I do not believe that the iPad app uses the same database as the boxes when they do smart searches. They might but I'd imagine they are separate. 

And one reason I've been asking where people are located is that I believe they have different servers for different areas as well. This helps a lot of things especially speed.


----------



## jimmie57 (Jun 26, 2010)

inkahauts said:


> I do not believe that the iPad app uses the same database as the boxes when they do smart searches. They might but I'd imagine they are separate.
> 
> And one reason I've been asking where people are located is that I believe they have different servers for different areas as well. This helps a lot of things especially speed.


I would think they are the same.

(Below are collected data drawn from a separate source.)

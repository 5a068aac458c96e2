import { describe, expect, it } from 'vitest'
import { planSubstitution, type SubstitutionInput, type SubstitutionPlan } from '#shared/utils/charging'
import { OutOfRangeError } from '#shared/utils/properties'

// Worked examples. Reference figures are CoolProp 8.0.0 with the fluids' reference equations of state
// (R13 Platzer et al. 1990, R1150 Smukala et al. 2000, R170 Bücker & Wagner 2006, R290 Lemmon et al. 2009);
// the arithmetic that turns them into a plan is done by hand below.
const SEA_LEVEL = { unit: 'kPa', atmosphericKpa: 101.325 } as const
const base: SubstitutionInput = {
  volumeL: 12, ambientC: 22, from: { designation: 'R13', chargeG: 600 }, to: 'R1150', basis: 'standing-pressure', evaporatingC: -85, display: SEA_LEVEL,
}
const plan = (over: Partial<SubstitutionInput> = {}) => planSubstitution({ ...base, ...over })
const available = (p: SubstitutionPlan | undefined) => {
  if (!p?.available) throw new Error('plan not available')
  return p
}

describe('R13 low stage refilled with R1150: 12 L, 600 g nameplate, 22 °C', () => {
  it('the nameplate charge stands at 1049.75 kPa abs (50 kg/m³ of R13 at 22 °C)', () => {
    expect(plan().from.standingPressureKpa).toBeCloseTo(1049.75, 1)
    expect(plan().from.phase).toBe('gas')
  })

  it('standing-pressure basis: ρ(R1150, 22 °C, 1049.75 kPa) = 12.8182 kg/m³, × 12 L = 153.82 g', () => {
    const r = plan()
    expect(r.basis).toBe('standing-pressure')
    expect(r.chargeG).toBeCloseTo(12.8182 * 12, 1)
    expect(r.standingPressureKpa).toBeCloseTo(1049.75, 1)
    expect(r.phase).toBe('supercritical')
    // About the same amount of substance: 600 / 104.459 = 5.744 mol of R13, 153.82 / 28.054 = 5.483 mol of R1150.
    expect(r.from.amountMol).toBeCloseTo(600 / 104.459, 3)
    expect(available(r.plans[0]).amountMol).toBeCloseTo(153.82 / 28.054, 2)
    expect(r.explanation).toMatch(/5\.74 mol of R13, 5\.48 mol of R1150/)
  })

  it('mass basis: 600 g of R1150 stands at 3363.8 kPa abs, 3.2 times the nameplate pressure, and says so', () => {
    const r = plan({ basis: 'mass' })
    expect(r.chargeG).toBe(600)
    expect(r.standingPressureKpa).toBeCloseTo(3363.85, 0)
    expect(available(r.plans[1]).ratioToNameplate).toBeCloseTo(3363.85 / 1049.75, 2)
    expect(r.warnings.join(' ')).toMatch(/3\.2 times the 1049\.8 kPa abs/)
  })

  it('liquid-volume basis at −85 °C: 600 g ÷ 1533.82 kg/m³ = 0.3912 L; × 539.91 kg/m³ = 211.20 g', () => {
    const r = plan({ basis: 'liquid-volume' })
    expect(r.chargeG).toBeCloseTo((600 / 1533.82) * 539.91, 1)
    expect(r.explanation).toMatch(/0\.391 L of saturated liquid/)
  })

  it('tabulates where the chosen charge stands from 10 to 35 °C: 12.818 kg/m³ of R1150 stands at 1082.3 kPa abs at 30 °C', () => {
    const r = plan()
    expect(r.standingByAmbient.map((x) => x.ambientC)).toEqual([10, 15, 20, 25, 30, 35])
    expect(r.standingByAmbient.find((x) => x.ambientC === 30)!.pressureKpa).toBeCloseTo(1082.27, 0) // CoolProp 8.0.0
    // Rising with the room, as an isochore does.
    for (let i = 1; i < r.standingByAmbient.length; i++) expect(r.standingByAmbient[i]!.pressureKpa).toBeGreaterThan(r.standingByAmbient[i - 1]!.pressureKpa)
  })

  it('shows all three bases side by side, each explained', () => {
    const r = plan()
    expect(r.plans.map((p) => p.basis)).toEqual(['standing-pressure', 'mass', 'liquid-volume'])
    for (const p of r.plans) expect(available(p).explanation.length).toBeGreaterThan(40)
    expect(available(r.plans[0]).explanation).toMatch(/^Same standing pressure/)
    expect(available(r.plans[1]).explanation).toMatch(/^Same mass/)
    expect(available(r.plans[2]).explanation).toMatch(/^Same liquid volume/)
  })

  it('flags the change of safety class A1 → A3 with charge limit, ventilation, labelling and local codes', () => {
    const w = plan().warnings.join(' ')
    expect(w).toMatch(/from A1 to A3/)
    expect(w).toMatch(/charge limit/)
    expect(w).toMatch(/ventilate/)
    expect(w).toMatch(/label the unit/)
    expect(w).toMatch(/Local codes/)
  })

  it('estimates the running head: R1150 at −25 °C 2218.2 kPa against R13 983.2 kPa, and warns (assumed cascade condenser)', () => {
    const r = plan()
    expect(r.runningHead).toMatchObject({ condensingC: -25, assumed: true })
    expect(r.runningHead.toKpa).toBeCloseTo(2218.2, 0)
    expect(r.runningHead.fromKpa).toBeCloseTo(983.2, 0)
    expect(r.warnings.join(' ')).toMatch(/Running head pressure/)
  })

  it('the reading to charge to, gauge at the site: 1049.75 kPa abs at 2000 m (79.50 kPa) is (1049.75 − 79.50) / 6.894757 = 140.7 psig', () => {
    const atmosphericKpa = 101.325 * Math.pow(1 - 2.25577e-5 * 2000, 5.25588) // ISO 2533
    const r = plan({ display: { unit: 'psig', atmosphericKpa } })
    expect(atmosphericKpa).toBeCloseTo(79.50, 2)
    expect(r.chargeTo!.value).toBeCloseTo((1049.75 - 79.50) / 6.894757, 1)
    expect(r.chargeTo!.text).toBe('140.7 psig')
    expect(r.chargeTo!.gauge).toBe(true)
    // The same plan at sea level reads lower on the gauge: (1049.75 − 101.325) / 6.894757 = 137.6 psig.
    expect(plan({ display: { unit: 'psig', atmosphericKpa: 101.325 } }).chargeTo!.text).toBe('137.6 psig')
  })

  it('against a design pressure of 2500 kPa abs: the mass plan is a danger, the standing-pressure plan is fine', () => {
    const r = plan({ designPressureKpa: 2500 })
    expect(available(r.plans[1]).warnings[0]).toMatch(/^DANGER: .*above the stage's design pressure/)
    expect(available(r.plans[0]).warnings.join(' ')).not.toMatch(/DANGER/)
    // 12.8 kg/m³ of R1150 would need well over twice its absolute temperature to reach 2500 kPa: not within the EOS range (to 176.9 °C).
    expect(available(r.plans[0]).reachesDesignPressureAtC).toBeUndefined()
    // Against 1500 kPa abs, the liquid-volume plan (1406.0 kPa abs at 22 °C) is within 10 % of it.
    expect(available(plan({ designPressureKpa: 1500 }).plans[2]).warnings.join(' ')).toMatch(/Close to the design pressure/)
  })

  it('a running head above the design pressure is a danger for every basis', () => {
    const r = plan({ designPressureKpa: 2000 })
    expect(r.warnings.join(' ')).toMatch(/DANGER: running, R1150 would condense at about 2218\.2 kPa abs/)
  })
})

describe('other substitutions', () => {
  it('R13 → R170 at the same standing pressure: ρ(R170, 22 °C, 1049.75 kPa) = 14.0753 kg/m³ × 12 L = 168.90 g', () => {
    const r = plan({ to: 'R170' })
    expect(r.chargeG).toBeCloseTo(14.0753 * 12, 1)
    expect(r.phase).toBe('gas')
  })

  it('R13 → R23: both A1, no safety-class warning, but the oil note (HFC in a CFC system)', () => {
    const r = plan({ to: 'R23' })
    expect(r.chargeG).toBeCloseTo(32.8208 * 12, 0) // ρ(R23, 22 °C, 1049.75 kPa) = 32.8208 kg/m³
    expect(r.warnings.join(' ')).not.toMatch(/Safety class/)
    expect(r.notes.join(' ')).toMatch(/does not mix with the mineral/)
  })

  it('an R12 high stage on the mass basis with R290: two-phase at ambient, so charge by weight, and flammable', () => {
    const r = plan({ from: { designation: 'R12', chargeG: 600 }, to: 'R290', basis: 'mass', volumeL: 4, evaporatingC: -30 })
    expect(r.phase).toBe('two-phase')
    expect(r.chargeTo).toBeNull()
    expect(r.warnings.join(' ')).toMatch(/Charge it by weight/)
    expect(r.warnings.join(' ')).toMatch(/from A1 to A3/)
    // R12 is partly liquid at 22 °C, so its standing pressure says nothing about the amount.
    expect(available(r.plans[0]).warnings.join(' ')).toMatch(/standing-pressure basis means little/)
  })

  it('a liquid-full plan is loud: 600 g of R290 in 1 L at 22 °C (denser than its 497.0 kg/m³ saturated liquid)', () => {
    const r = plan({ from: { designation: 'R12', chargeG: 600 }, to: 'R290', basis: 'mass', volumeL: 1, evaporatingC: -30 })
    expect(r.phase).toBe('liquid')
    expect(r.warnings[0]).toMatch(/^LIQUID-FULL/)
    expect(r.chargeTo).toBeNull()
  })

  it('a substitute that cannot condense at the given condensing temperature is flagged', () => {
    const r = plan({ condensingC: 15 })
    expect(r.runningHead.toKpa).toBeNull()
    expect(r.warnings.join(' ')).toMatch(/R1150 cannot condense at 15\.0 °C/)
  })

  it('an air-cooled nameplate refrigerant is assumed to condense 15 K above ambient', () => {
    const r = plan({ from: { designation: 'R12', chargeG: 600 }, to: 'R134a', basis: 'mass', volumeL: 4, evaporatingC: -30 })
    expect(r.runningHead).toMatchObject({ condensingC: 37, assumed: true })
  })
})

describe('ranges and side plans', () => {
  it('the liquid-volume plan is unavailable, not an error, when its evaporating temperature is missing and another basis is chosen', () => {
    const r = plan({ evaporatingC: undefined })
    const lv = r.plans[2]!
    expect(lv.available).toBe(false)
    expect(lv.available === false && lv.reason).toMatch(/evaporating temperature/)
  })

  it('a chosen basis that cannot be computed is an OutOfRangeError naming the range', () => {
    // 15 °C is above R1150's critical temperature (9.2 °C): there is no saturated liquid to compare.
    expect(() => plan({ basis: 'liquid-volume', evaporatingC: 15 })).toThrow(OutOfRangeError)
    expect(() => plan({ basis: 'liquid-volume', evaporatingC: 15 })).toThrow(/saturation is defined from .* to 9\.2 °C/)
    expect(() => plan({ ambientC: 900 })).toThrow(OutOfRangeError)
  })

  it('a plan beyond the equation of state is refused rather than answered in gigapascals', () => {
    expect(() => plan({ basis: 'mass', volumeL: 0.01 })).toThrow(/beyond the range of its equation of state/)
  })

  it('the same refrigerant gives the nameplate charge on every basis', () => {
    const r = plan({ to: 'R13' })
    for (const p of r.plans) expect(available(p).chargeG).toBeCloseTo(600, 6)
    expect(r.notes[0]).toMatch(/Same refrigerant/)
  })
})
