export function stageFacts(request: RankRequest, config: StageConfig, readings: NormalisedReadings, sheet: FactSheet): void {
  const stage = config.stage
  const ctx: StageContext = { stage, config, kind: request.unit.kind, readings, sheet, f: (name) => `${stage}.${name}`, lead: STAGE_LEAD[stage] }
  const { f } = ctx
  sheet.set(f('refrigerant'), config.refrigerant)
  sheet.set(f('chargeG'), config.chargeG)
  sheet.set(f('volumeL'), config.volumeL)
  sheet.set(f('ratedCurrentA'), config.ratedCurrentA)
  sheet.set(f('meteringDevice'), config.meteringDevice)
  for (const [q, name] of RAW_STAGE_FACTS) {
    const v = readingValue(readings, q, stage)?.value
    if (typeof v === 'number') sheet.set(f(name), v)
  }
  const reported = readingValue(readings, 'compressorRunning', stage)?.value
  if (typeof reported === 'boolean') sheet.set(f('compressorRunning'), reported)
  runningState(ctx)
  if (!props.isDesignation(config.refrigerant)) {
    sheet.warn(`${ctx.lead}: Rimecase has no property tables for ${config.refrigerant}, so pressures on this stage are not turned into temperatures.`)
    return
  }
  const working = refrigerantIdentity(ctx, config.refrigerant)
  sheet.set(f('workingRefrigerant'), working)
  saturationFacts(ctx, working)
  expectationFacts(ctx)
  if (working === config.refrigerant) standingFacts(ctx, config.refrigerant)
  else if (readingValue(readings, 'standingPressure', stage)) {
    sheet.warn(`${ctx.lead}: the standing pressure is not compared with the nameplate charge, because the readings fit ${working} rather than ${config.refrigerant}.`)
  }
  contradictions(ctx)
}

// ------------------------------------------------------------------ running state
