import { describe, expect, it } from 'vitest'
import { designPressureWarnings, pressureReading, pressureText } from '#shared/utils/charging'

const display = { unit: 'barg', atmosphericKpa: 101.325 } as const

describe('pressureReading', () => {
  it('shows absolute kPa in the gauge unit at the given atmosphere (1 bar = 100 kPa)', () => {
    expect(pressureReading(1101.325, display)).toMatchObject({ value: 10, unit: 'barg', gauge: true, text: '10.000 bar g' })
    expect(pressureReading(1000, { unit: 'kPa', atmosphericKpa: 90 })).toMatchObject({ value: 1000, gauge: false, text: '1000.0 kPa abs' })
    // 500 microns = 66.66 Pa (1 micron = 0.133322 Pa).
    expect(pressureReading(0.066661, { unit: 'micron', atmosphericKpa: 101.325 }).text).toBe('500 micron abs')
    expect(pressureText(1101.325, display)).toBe('1101.3 kPa abs (10.000 bar g)')
  })
})

describe('designPressureWarnings (thresholds: above = danger, within 10 % = caution, reached by 50 °C ambient = caution)', () => {
  it('above the design pressure is a danger that says to recover', () => {
    const [w] = designPressureWarnings(2600, 2500, 22, 22, display)
    expect(w).toMatch(/^DANGER/)
    expect(w).toMatch(/recover/)
  })
  it('within 10 % is a caution about the relief valve', () => {
    expect(designPressureWarnings(2300, 2500, 30, 22, display)[0]).toMatch(/^Close to the design pressure/)
  })
  it('reached on a warm day (at or below 50 °C) is a caution naming the ambient', () => {
    expect(designPressureWarnings(2000, 2500, 41.3, 22, display)[0]).toMatch(/ambient reaches 41\.3 °C/)
    expect(designPressureWarnings(2000, 2500, 75, 22, display)).toEqual([])
    expect(designPressureWarnings(2000, 2500, undefined, 22, display)).toEqual([])
  })
})
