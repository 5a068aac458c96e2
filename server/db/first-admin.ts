// The first administrator of a deployment that did not ask for the demo (`npm start` against an
// external database): from RIMECASE_ADMIN_EMAIL / RIMECASE_ADMIN_PASSWORD when given, otherwise a
// one-time set-up link. Runs from scripts/db.ts, outside Nitro, so it hashes with the same scrypt
// driver and defaults as nuxt-auth-utils' hashPassword.
import { randomBytes } from 'node:crypto'
import { Hash } from '@adonisjs/hash'
import { Scrypt } from '@adonisjs/hash/drivers/scrypt'
import type { Sequelize } from 'sequelize'
import { loadKnowledgeBaseFromDirectory } from '#server/domain/diagnosis/content-loader'
import { passwordWeakness } from '#shared/utils/password-strength'
import { accountWithEmailExists, activeAdminExists, insertAdmin, organisationForFirstAdmin, setupTokenHash, storeSetupLink } from './repositories/first-admin'
import { hasAnyVersion, insertKnowledgeBaseVersion } from './repositories/knowledge'
import { CONTENT_DIR } from './seeders/20261202030200-import-knowledge-base'

/** How long a printed set-up link works. */
export const SETUP_LINK_HOURS = 24

export type FirstAdminOutcome =
  | { state: 'admin-exists' }
  | { state: 'created'; email: string }
  | { state: 'link'; token: string; expiresAt: string }

export interface FirstAdminSettings {
  email?: string
  password?: string
  name?: string
  organisation?: string
}

/** Reads RIMECASE_ADMIN_EMAIL, RIMECASE_ADMIN_PASSWORD, RIMECASE_ADMIN_NAME and RIMECASE_ORG_NAME. */
export function firstAdminSettingsFrom(env: NodeJS.ProcessEnv): FirstAdminSettings {
  const value = (key: string) => env[key]?.trim() || undefined
  return { email: value('RIMECASE_ADMIN_EMAIL')?.toLowerCase(), password: env.RIMECASE_ADMIN_PASSWORD || undefined, name: value('RIMECASE_ADMIN_NAME'), organisation: value('RIMECASE_ORG_NAME') }
}

/**
 * Makes sure the deployment has an administrator: nothing to do when one exists; the account from
 * the settings when they name one (the password must pass the strength check); otherwise a new
 * one-time set-up link (earlier unused links stop working). The organisation gets the knowledge
 * base of content-src/ as its published version when it has none.
 */
export async function ensureFirstAdmin(sequelize: Sequelize, settings: FirstAdminSettings, now = new Date()): Promise<FirstAdminOutcome> {
  if (await activeAdminExists()) return { state: 'admin-exists' }
  if ((settings.email && !settings.password) || (!settings.email && settings.password)) {
    throw new Error('Set both RIMECASE_ADMIN_EMAIL and RIMECASE_ADMIN_PASSWORD, or neither (then npm start prints a one-time set-up link)')
  }
  if (settings.email && !/^[^\s@]+@[^\s@]+\.[^\s@]+$/.test(settings.email)) throw new Error(`RIMECASE_ADMIN_EMAIL is not an e-mail address: ${settings.email}`)
  const name = settings.name ?? 'Administrator'
  if (settings.password) {
    const weakness = passwordWeakness(settings.password, { email: settings.email, name: settings.name })
    if (weakness) throw new Error(`RIMECASE_ADMIN_PASSWORD is too weak: ${weakness}`)
  }
  const source = loadKnowledgeBaseFromDirectory(CONTENT_DIR)
  const passwordHash = settings.password ? await new Hash(new Scrypt({})).make(settings.password) : null
  return sequelize.transaction(async (t) => {
    const org = await organisationForFirstAdmin(settings.organisation ?? 'Our service team', t)
    if (!(await hasAnyVersion(org.id, t))) {
      await insertKnowledgeBaseVersion(org.id, source, { label: 'Base 1', status: 'published', notes: 'Imported from content-src' }, t)
    }
    if (settings.email && passwordHash) {
      if (await accountWithEmailExists(settings.email, t)) {
        throw new Error(`An account with ${settings.email} exists but is not an active administrator; make it one, or name another address in RIMECASE_ADMIN_EMAIL`)
      }
      await insertAdmin({ organisationId: org.id, email: settings.email, name, passwordHash }, t)
      return { state: 'created' as const, email: settings.email }
    }
    const token = randomBytes(32).toString('base64url')
    const expiresAt = new Date(now.getTime() + SETUP_LINK_HOURS * 3_600_000)
    await storeSetupLink(org.id, setupTokenHash(token), now, expiresAt, t)
    return { state: 'link' as const, token, expiresAt: expiresAt.toISOString() }
  })
}
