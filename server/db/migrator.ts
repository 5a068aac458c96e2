// Runs the migrations in server/db/migrations with Umzug, recording them in "SequelizeMeta"
// (the same table sequelize-cli uses), and the seeders in server/db/seeders in "SequelizeData".
import { readdirSync } from 'node:fs'
import { join } from 'node:path'
import { pathToFileURL } from 'node:url'
import type { QueryInterface, Sequelize } from 'sequelize'
import { SequelizeStorage, Umzug } from 'umzug'

type Step = { up: (p: { context: QueryInterface }) => Promise<void>; down?: (p: { context: QueryInterface }) => Promise<void> }

function stepsIn(dir: string, sequelize: Sequelize) {
  return readdirSync(dir)
    .filter((f) => /^\d{14}-[a-z0-9-]+\.ts$/.test(f))
    .sort()
    .map((file) => {
      const load = async (): Promise<Step> => (await import(pathToFileURL(join(dir, file)).href)) as Step
      return {
        name: file.replace(/\.ts$/, ''),
        up: async () => (await load()).up({ context: sequelize.getQueryInterface() }),
        down: async () => {
          const step = await load()
          if (step.down) await step.down({ context: sequelize.getQueryInterface() })
        },
      }
    })
}

/** Creates the Umzug runner for migrations (`kind: 'migrations'`) or seeders. */
export function createMigrator(sequelize: Sequelize, root: string, kind: 'migrations' | 'seeders') {
  return new Umzug({
    migrations: stepsIn(join(root, 'server', 'db', kind), sequelize),
    context: sequelize.getQueryInterface(),
    storage: new SequelizeStorage({ sequelize, modelName: kind === 'migrations' ? 'SequelizeMeta' : 'SequelizeData' }),
    logger: undefined,
  })
}
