import { describe, expect, it } from 'vitest'
import { DEMO, signedIn, type ApiClient } from '../helpers'

interface Finding { finding: { name: string }; examples: unknown[]; lockVersion: number }

/** What the draft editor's "New finding" sends: one condition, the same likelihood for every cause. */
const newFinding = (name: string) => ({
  name,
  subject: 'New finding',
  conditions: { all: [{ fact: 'pulldownStalled', operator: 'equal', value: true }] },
  event: { type: 'finding', params: { group: name, likelihoods: { healthy: 0.5, default: 0.5, other: 0.5 }, because: 'Say in words what was found.' } },
})
const findingsOf = async (c: ApiClient, id: number) => (await c.get<{ findings: Finding[] }>(`/api/knowledge-base/versions/${id}/content`)).body.findings

describe('adding and deleting findings and examples in a draft', () => {
  it('adds a finding checked by the finding schema, refuses a bad or taken name, and deletes it under its lock version', { timeout: 60_000 }, async () => {
    const engineer = await signedIn(DEMO.engineer)
    const draft = (await engineer.post<{ id: number }>('/api/knowledge-base/versions', { label: 'New and deleted findings' })).body
    const before = (await findingsOf(engineer, draft.id)).length

    const added = await engineer.post(`/api/knowledge-base/versions/${draft.id}/findings`, { finding: newFinding('door-left-ajar'), examples: [] })
    expect(added.status, JSON.stringify(added.body)).toBe(201)
    expect(added.body).toEqual({ lockVersion: 0 })
    expect((await findingsOf(engineer, draft.id)).map((f) => f.finding.name)).toContain('door-left-ajar')

    // A name that is not lower-case words, and a name already used, are refused at the field; nothing is added.
    const badName = await engineer.post(`/api/knowledge-base/versions/${draft.id}/findings`, { finding: newFinding('Door Ajar'), examples: [] })
    expect(badName.status).toBe(400)
    expect(badName.body.data.fieldErrors['finding.name'].join()).toMatch(/lower-case words joined by hyphens/)
    const taken = await engineer.post(`/api/knowledge-base/versions/${draft.id}/findings`, { finding: newFinding('door-left-ajar'), examples: [] })
    expect([400, 409, 422]).toContain(taken.status)
    expect((await findingsOf(engineer, draft.id)).length).toBe(before + 1)

    // An example without a title is refused with the example's field named.
    const badExample = await engineer.put(`/api/knowledge-base/versions/${draft.id}/findings/door-left-ajar`, {
      lockVersion: 0, finding: newFinding('door-left-ajar'), examples: [{ title: '', facts: { pulldownStalled: true }, expect: 'fires' }],
    })
    expect(badExample.status).toBe(400)
    expect(Object.keys(badExample.body.data.fieldErrors)).toContain('examples.0.title')
    // The editor's live check answers the same.
    const checked = await engineer.post('/api/knowledge-base/findings/validate', { finding: newFinding('door-left-ajar'), examples: [{ title: 'x', facts: {}, expect: 'sometimes' }] })
    expect(checked.status).toBe(400)
    expect(Object.keys(checked.body.data.fieldErrors)).toContain('examples.0.expect')

    // Two examples added, then one deleted: the finding keeps the other.
    const two = [
      { title: 'Stalled pull-down', facts: { pulldownStalled: true }, expect: 'fires' },
      { title: 'Pull-down on its way', facts: { pulldownStalled: false }, expect: 'does-not-fire' },
    ]
    expect((await engineer.put(`/api/knowledge-base/versions/${draft.id}/findings/door-left-ajar`, { lockVersion: 0, finding: newFinding('door-left-ajar'), examples: two })).body).toEqual({ lockVersion: 1 })
    expect((await engineer.put(`/api/knowledge-base/versions/${draft.id}/findings/door-left-ajar`, { lockVersion: 1, finding: newFinding('door-left-ajar'), examples: two.slice(1) })).body).toEqual({ lockVersion: 2 })
    const kept = (await findingsOf(engineer, draft.id)).find((f) => f.finding.name === 'door-left-ajar')!
    expect(kept.examples).toEqual([two[1]])

    // A technician may not delete; a stale lock version is a conflict; then the delete goes through.
    const tech = await signedIn(DEMO.tech)
    expect((await tech.request('DELETE', `/api/knowledge-base/versions/${draft.id}/findings/door-left-ajar?lockVersion=2`)).status).toBe(403)
    expect((await engineer.request('DELETE', `/api/knowledge-base/versions/${draft.id}/findings/door-left-ajar?lockVersion=1`)).status).toBe(409)
    expect((await engineer.request('DELETE', `/api/knowledge-base/versions/${draft.id}/findings/door-left-ajar?lockVersion=2`)).status).toBe(204)
    expect((await findingsOf(engineer, draft.id)).map((f) => f.finding.name)).not.toContain('door-left-ajar')
    expect((await engineer.request('DELETE', `/api/knowledge-base/versions/${draft.id}/findings/door-left-ajar?lockVersion=2`)).status).toBe(404)

    const audit = (await engineer.get<{ items: { action: string; itemKey: string | null }[] }>(`/api/knowledge-base/audit?versionId=${draft.id}`)).body.items
    expect(audit.filter((a) => a.itemKey === 'door-left-ajar').map((a) => a.action)).toEqual(['finding-removed', 'finding-changed', 'finding-changed', 'finding-added'])
  })
})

It makes no sense to maintain several data bases for the same thing.
All that would / should be different is how it puts it on the screen because you are using a pad instead of a pc.


----------



## SledgeHammer (Dec 28, 2007)

Well, DPeters is in Cincinnati which is no where near California. Obviously they have a bunch of servers. One server isn't going to handle 100M+ boxes. Obviously they aren't all hitting the server at the same time, but still... as a comparison, at my job, we have a service that gets @ peak 1000 req / min and we have 8 servers and still get lots of timeouts. 

The engineer in me would suspect that the app & boxes hit different services as they have different functionality and different tolerances.


----------



## jimmie57 (Jun 26, 2010)

SledgeHammer said:


> Well, DPeters is in Cincinnati which is no where near California. Obviously they have a bunch of servers. One server isn't going to handle 100M+ boxes. Obviously they aren't all hitting the server at the same time, but still... as a comparison, at my job, we have a service that gets @ peak 1000 req / min and we have 8 servers and still get lots of timeouts.
> 
> The engineer in me would suspect that the app & boxes hit different services as they have different functionality and different tolerances.


Have you tried the App on a pad of some brand ? I never had until yesterday. I will use it from now on when I want to search for a program.

I hear you about the different servers but that still should be just one data base to maintain. It does not make sense to maintain several data bases. Every time there is a program change you would have to update several instead of the one.


----------



## Rich (Feb 22, 2007)

sigma1914 said:


> Series links never failed me, and I have a bunch.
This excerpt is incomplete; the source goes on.